# Updated Cork board low light 10 gallon



## mm12463 (Mar 5, 2004)

Hi all -

We'll I'm setting up a new tank today. It's a 10 gallon tank that will have 15 watts of NO fluorescent (Westinghouse 6500K), no CO2, with peat and Eco Complete in the substrate. I was planning on setting up a second 10 gallon for a while. And when I listened to the Tom Barr talk here I figured that was a perfect idea.

Thursday night I bought a 4 pack of cork tile. It's natural cork that is no treated. The 4 pack of 12 inch square tiles are used for the background. I had to trim a bit off the bottom on each and sliced one in half or so.

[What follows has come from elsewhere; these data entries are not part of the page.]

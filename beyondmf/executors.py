"""Where tasks run: in this process (the default) or on a dask.distributed cluster, with resume.

`execute` skips every task whose file is already complete and valid, runs the rest on an executor, and
reads the results back. Workers write their own task files (`beyondmf.tasks.run_task`), so a killed run
loses only the tasks in flight, and the numbers do not depend on which executor ran them.
"""

from __future__ import annotations

import sys
import threading
import time
import warnings
from collections.abc import Callable, Iterable, Iterator, Mapping, Sequence
from contextlib import contextmanager
from pathlib import Path
from typing import Any

import xarray as xr

from .outdir import lock
from .results import remove_stale_parts
from .tasks import (
    MACHINE,
    TaskFileError,
    compute_group,
    drive_groups,
    failed_result,
    failure_of,
    read_task,
    run_group,
    task_key,
    task_path,
)

__all__ = ["InProcess", "Dask", "make_executor", "execute", "Interrupted", "CONNECT_TIMEOUT_S"]

# How long `Dask` waits for a scheduler to answer before giving up (seconds). dask's own ``timeout`` does
# not bound everything: a service that accepts the connection but never answers like a scheduler (a web
# server, say) can keep the handshake waiting forever, so the connection runs in a thread with this
# hard deadline.
CONNECT_TIMEOUT_S = 25.0


def _not_a_cancellation(record) -> bool:
    """A logging filter: drop the worker's note that a task it was running was cancelled."""
    return "ended with CancelledError" not in record.getMessage()


def _leave_ctrl_c_to_the_command() -> None:
    """Run on each worker process of a local cluster, which shares the user's terminal.

    Ctrl-C at a terminal reaches the whole process group. The command itself stops the cluster and
    says what was kept; a worker that took the interrupt as well printed its own traceback, so workers
    ignore SIGINT. The tasks in flight are then cancelled, as asked, and the worker's warning about each
    of them is dropped. (A Ctrl-C in the seconds while the workers start can still reach one of them.)
    """
    import logging
    import signal
    import threading

    if threading.current_thread() is threading.main_thread():  # where the worker's event loop runs
        signal.signal(signal.SIGINT, signal.SIG_IGN)
    logger = logging.getLogger("distributed.worker.state_machine")
    if _not_a_cancellation not in logger.filters:
        logger.addFilter(_not_a_cancellation)


def _worker_plugin():
    """A dask worker plugin that runs `_leave_ctrl_c_to_the_command` on every worker as it starts."""
    from distributed.diagnostics.plugin import WorkerPlugin

    class LeaveCtrlCToTheCommand(WorkerPlugin):
        name = "beyondmf-leave-ctrl-c-to-the-command"

        def setup(self, worker) -> None:
            _leave_ctrl_c_to_the_command()

    return LeaveCtrlCToTheCommand()


class Interrupted(KeyboardInterrupt):
    """Ctrl-C during `execute`: how many of the run's tasks have complete files on disk."""

    def __init__(self, kept: int, total: int, directory: Path) -> None:
        super().__init__(f"{kept} of {total} tasks kept")
        self.kept, self.total, self.directory = kept, total, directory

I then used some aquarium silicon and mounted the cork to the back of the tank. Right now this is how it looks.










Sorry for the finger prints on the tank right now. Anyway you can see the seam but once there are some plants in front it should not be visible. Or I might mount some moss to the cork.

Larger pictures can be seen here.

The next step is getting the peat into the tank. So I'm off to boil the peat, toss it in the tank along with the Eco Complete. And I need to get a background in between the two tanks. I don't want any excess light getting into this one from the other.

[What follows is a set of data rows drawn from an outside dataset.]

def rate(
    principal: ArrayLike,
    payment: ArrayLike,
    periods: ArrayLike,
    *,
    balloon: ArrayLike = 0.0,
    advance: ArrayLike = False,
    errors: Errors = "raise",
) -> FloatArray:
    """Return the periodic rate at which N level payments (and a balloon) repay the principal.

    Solves ``PV(i) = P a_N(i) [x (1 + i)] + F v^N(i) = B_0`` by Newton steps
    kept inside a bracket that shrinks every iteration (bisection when a step
    leaves it), vectorised across loans. The gap ``PV(i) - B_0`` is evaluated
    by :func:`amort.recurrence.present_value_gap`, which avoids the
    cancellation near small rates, so the root is accurate to a few ulps
    even at ``i = 1e-12``. With non-negative payments ``PV`` is
    strictly decreasing in ``i``, so the root is unique when it exists. It
    exists when ``PV(0) = N P + F >= B_0`` (else the implied rate is negative)
    and, in advance, when the first payment is less than the principal;
    otherwise :class:`~amort.errors.NoSolution` says which.

    >>> round(float(rate(250_000, 1580.17, 360)) * 12, 6)
    0.065
    """
    b0 = _money(principal, "principal", positive=True)
    p = _money(payment, "payment", positive=True)
    n = _count(periods, "periods", minimum=1)
    f = _money(balloon, "balloon", positive=False)
    _together(principal=b0, payment=p, periods=n, balloon=f, advance=advance)
    b0, p, n, f = np.broadcast_arrays(b0, p, n, f)
    adv = np.broadcast_to(np.asarray(advance, dtype=bool), b0.shape)
    total = p * n + f
    # N P + F - B_0 from exact products: > 0 exactly when some rate > 0 repays the loan.
    excess = recurrence.present_value_gap(np.zeros_like(b0), p, n, b0, f, adv)
    short = excess < -4 * np.finfo(float).eps * b0
    if errors == "raise" and short.any():
        raise NoSolution(
            f"the payments total {_first(total, short):,.2f}, less than the principal "
            f"{_first(b0, short):,.2f}; no rate >= 0 repays it{_where(short)}"
        )
    upfront = adv & (p >= b0)
    if errors == "raise" and upfront.any():
        raise NoSolution(
            f"'payment' {_first(p, upfront):,.2f} in advance repays the principal "
            f"{_first(b0, upfront):,.2f} on day one; no finite rate fits{_where(upfront)}"
        )
    high = np.full(b0.shape, MAX_PERIODIC_RATE)
    # A root within float noise of 100 % (the payment of a loan at exactly 100 %,
    # rounded) counts as 100 %, not as "above".
    too_high = recurrence.present_value_gap(high, p, n, b0, f, adv) > 4 * np.finfo(float).eps * b0
    if errors == "raise" and (too_high & ~short & ~upfront).any():
        bad = too_high & ~short & ~upfront
        raise NoSolution(
            f"the implied rate is above 100 % a period, outside what amort solves for{_where(bad)}"
        )
    none = short | upfront | too_high
    out = _solve_rate(b0, p, n, f, adv, high, excess, skip=none | (excess <= 0))
    return np.where(none, np.nan, np.where(excess <= 0, 0.0, out))


def _solve_rate(
    b0: FloatArray,
    p: FloatArray,
    n: FloatArray,
    f: FloatArray,
    adv: npt.NDArray[np.bool_],
    high: FloatArray,
    excess: FloatArray,
    *,
    skip: npt.NDArray[np.bool_],
) -> FloatArray:
    """Return the root of ``present_value_gap`` in ``(0, high]``; elements in ``skip`` are left."""
    eps = np.finfo(float).eps
    lo = np.zeros_like(b0)
    hi = high.copy()
    # First guess from the small-rate expansion P N + F - B_0 ~ i B_0 (N + 1) / 2.
    with np.errstate(divide="ignore", invalid="ignore"):
        x = 2 * excess / (b0 * (n + 1))
    x = np.where(np.isfinite(x) & (x > 0) & (x < hi), x, hi / 2)
    done = skip.copy()
    for _ in range(300):
        g = recurrence.present_value_gap(x, p, n, b0, f, adv)
        dg = recurrence.present_value_derivative(x, p, n, f, adv)
        lo = np.where(g > 0, x, lo)
        hi = np.where(g < 0, x, hi)
        with np.errstate(divide="ignore", invalid="ignore"):
            step = x - g / dg
        inside = np.isfinite(step) & (step > lo) & (step < hi)
        wide = (lo > 0) & (hi > 1e3 * lo)
        middle = np.where(wide, np.sqrt(lo * hi), 0.5 * (lo + hi))
        new = np.where(inside, step, middle)
        settled = (g == 0) | (np.abs(new - x) <= 2 * eps * np.abs(x)) | (hi - lo <= 2 * eps * hi)
        x = np.where(done, x, new)
        done |= settled
        if done.all():
            break
    else:  # pragma: no cover - bisection halves the bracket, so 300 steps always suffice
        raise NoSolution("the rate search did not converge")
    return x


def total_paid(
    principal: ArrayLike,
    rate: ArrayLike,
    periods: ArrayLike,
    *,
    balloon: ArrayLike = 0.0,
    advance: ArrayLike = False,
) -> FloatArray:
    """Return everything the borrower pays: ``N P + F`` with the exact level payment.

    >>> round(float(total_paid(100_000, 0.005, 360)), 2)
    215838.19
    """
    p = payment(principal, rate, periods, balloon=balloon, advance=advance)
    return p * np.asarray(periods, dtype=np.float64) + np.asarray(balloon, dtype=np.float64)


def total_interest(
    principal: ArrayLike,
    rate: ArrayLike,
    periods: ArrayLike,
    *,
    balloon: ArrayLike = 0.0,
    advance: ArrayLike = False,
) -> FloatArray:
    """Return the interest over the life of the loan: ``N P + F - B_0``.

    >>> round(float(total_interest(100_000, 0.005, 360)), 2)
    115838.19
    """
    paid = total_paid(principal, rate, periods, balloon=balloon, advance=advance)
    return paid - np.asarray(principal, dtype=np.float64)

More coming later tonight.


----------



## Sir_BlackhOle (Jan 25, 2004)

Looks good so far. Keep us updated


----------



## mm12463 (Mar 5, 2004)

Okay so I boiled the peat for a bit and tossed a very tiny layer on the bottom of the tank. The peat barely covered the glass - I still had spots that you could see the glass. I figured I should be conservative since I have never used peat before. And man that crap stinks when you boil it.

So once that was in I covered it with 20lbs of Eco Complete. I really like the black color of this stuff.










I placed a few rocks in just to mess around. What I want to do is have the two corners sloping up. So I'm going to hunt for some more rock today and see if I can find a bag of fine black gravel to maybe slope it more into the corners. We'll see. Or maybe have the rocks slope down from a corner into the middle of the tank.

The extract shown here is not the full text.